Zaza/Kırmanc adlarının ayrışmasının temellerinin bu döneme dayandığı kanısındayım. Bu adların etimolojik ve bilimsel analizlerinin yapılması ayrıca yapılabilir. Ama bir gerçeklik vardır ki, bu adlar, ister benim belirttiğim şekilde, Kırmanc/Zaza şeklinde olsun, ister halkın kendi adlandırmaları ile Kırmanc/Dımili şeklinde olsun ve isterse Alevi-Müslüman şeklinde olsun, net ve ayrı bir kimliği ifade ediyorlar. Yani Dımililer (Dımıliler) ve Kırmanclar, her ikisi de aynı etnik kökene dayansalar ve Zaza olarak da adlandırılsalar veya nitelenseler , iki ayrı halk, iki ayrı kültürel toplulukturlar. Bu sadece Zazalara özgü bir durum da değildir. Bugün Hırvat ve Sırp, Kuzey Irlanda’da Katolik ve Protestan kesimleri, Kosovalılar ile Arnavutluk Arnavutları, vs gibi aynı kökene (etnisite) ve aynı dile sahip halklar, pekala ayrı halklar ve hatta ayrı uluslar olarak şekillenebilmişlerdir.

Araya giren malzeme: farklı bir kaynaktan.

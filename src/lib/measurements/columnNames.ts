import type { ColumnRole } from './reading';

/** Names of columns without blanks and signs; the first ones are the surest. */
const names: Record<Exclude<ColumnRole, 'error'>, readonly string[]> = {
	radius: [
		'radius',
		'rad',
		'r',
		'radii',
		'galactocentricradius',
		'galactocentricdistance',
		'distancefromthecentre',
		'distancefromcentre',
		'semimajoraxis',
		'rmaj',
		'rgal',
		'rgc'
	],
	speed: [
		'vobs',
		'vobserved',
		'vrot',
		'vrotation',
		'speed',
		'rotationspeed',
		'rotationvelocity',
		'rotationalvelocity',
		'rotationalspeed',
		'observedspeed',
		'observedvelocity',
		'measuredspeed',
		'velocity',
		'vel',
		'v',
		'vc',
		'vcirc',
		'vcircular',
		'circularspeed',
		'circularvelocity',
		'vphi'
	],
	gas: ['vgas', 'gas', 'gasspeed', 'gasvelocity', 'vhi', 'hi', 'vgasonly'],
	disc: ['vdisk', 'vdisc', 'disk', 'disc', 'vstars', 'vstar', 'stars', 'discspeed', 'diskspeed'],
	bulge: ['vbul', 'vbulge', 'bulge', 'bul', 'vbulg', 'bulgespeed'],
	'left out': ['leftout', 'leftoutbecause', 'reasonleftout']
};
const errorNames = [
	'error',
	'err',
	'standarderror',
	'onestandarderror',
	'uncertainty',
	'unc',
	'stderr',
	'std',
	'sd',
	'sigma',
	'1sigma',
	'errors',
	'e',
	'±'
];
const errorMarks = [
	'uncertainty',
	'errorin',
	'errorof',
	'error',
	'sigma',
	'delta',
	'err',
	'unc',
	'sig',
	'std',
	'e',
	'd',
	'u'
];

/** Longer headings are sentences. */
const longestName = 60;

const keyOf = (name: string) =>
	name
		.toLowerCase()
		.replaceAll('σ', 'sigma')
		.replaceAll('δ', 'delta')
		.replace(/\+\/?-/g, '±')
		.replace(/[^\p{L}\p{N}±]/gu, '');

export interface NameMatch {
	role: ColumnRole;
	/** 0 is the surest. */
	rank: number;
}

function errorRank(key: string): number {
	const plain = errorNames.indexOf(key);
	if (plain !== -1) return plain;
	for (const mark of errorMarks) {
		const before = key.startsWith(mark) ? names.speed.indexOf(key.slice(mark.length)) : -1;
		if (before !== -1) return before;
		const after = key.endsWith(mark) ? names.speed.indexOf(key.slice(0, -mark.length)) : -1;
		if (after !== -1) return after;
	}
	return -1;
}

/** What a column's name says it is, if anything. */
export function roleByName(name: string): NameMatch | null {
	if (name.length > longestName) return null;
	const key = keyOf(name);
	if (key === '') return null;
	for (const role of Object.keys(names) as (keyof typeof names)[]) {
		const rank = names[role].indexOf(key);
		if (rank !== -1) return { role, rank };
	}
	const rank = errorRank(key);
	return rank === -1 ? null : { role: 'error', rank };
}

Zazalar olarak kabul edilen Kırmanclar ve Dımililer, uluslaşma sürecini henüz tümüyle tamamlayamamış ve tamamlayıp tamamlayamayacakları şüpheli olmasına rağmen, ortak dil dışında, temel ortak özelliklere sahip değillerdir. Uluslaşmak için dil birliği şarttır ama dil tek başına ulusu belirleyen kıstas veya özellik değildir. Bugün Almanlar ile Avusturya ve İsviçre’de Almanca dili konuşanlar, aynı dili, üstelik standart olarak yüksek Almanca’yı (Hoch Deutsch) resmi anadil olarak konuşmalarına rağmen, tek bir ulus teşkil etmezler, tersine ayrı ayrı halklar ve uluslardır.


Zazalar’ın, Kırmanclar ve Dımililer olarak ortak bir dil olan Zazaca’yı konuşmaları, tek bir ulus olmaları için yeterli sebep değildir. Kaldı ki, son altı yüzyıldır ayrı olan bu halkların konuştukları Kırmanciki ve Dımiliki dilleri arasında da oldukça farklar vardır. Bazı dezavantajlarla beraber değerlendirildiğinde, anlaşma güçlüklükleri yaşandığıdığı da bilinen bir gerçektir. Bu halklar otantik olarak da kendilerini Kırmanc ve Dımili ve dillerini de Kırmanciki/Kırmancki ve Dımilki/Dımiliki olarak nitelediriyorlar.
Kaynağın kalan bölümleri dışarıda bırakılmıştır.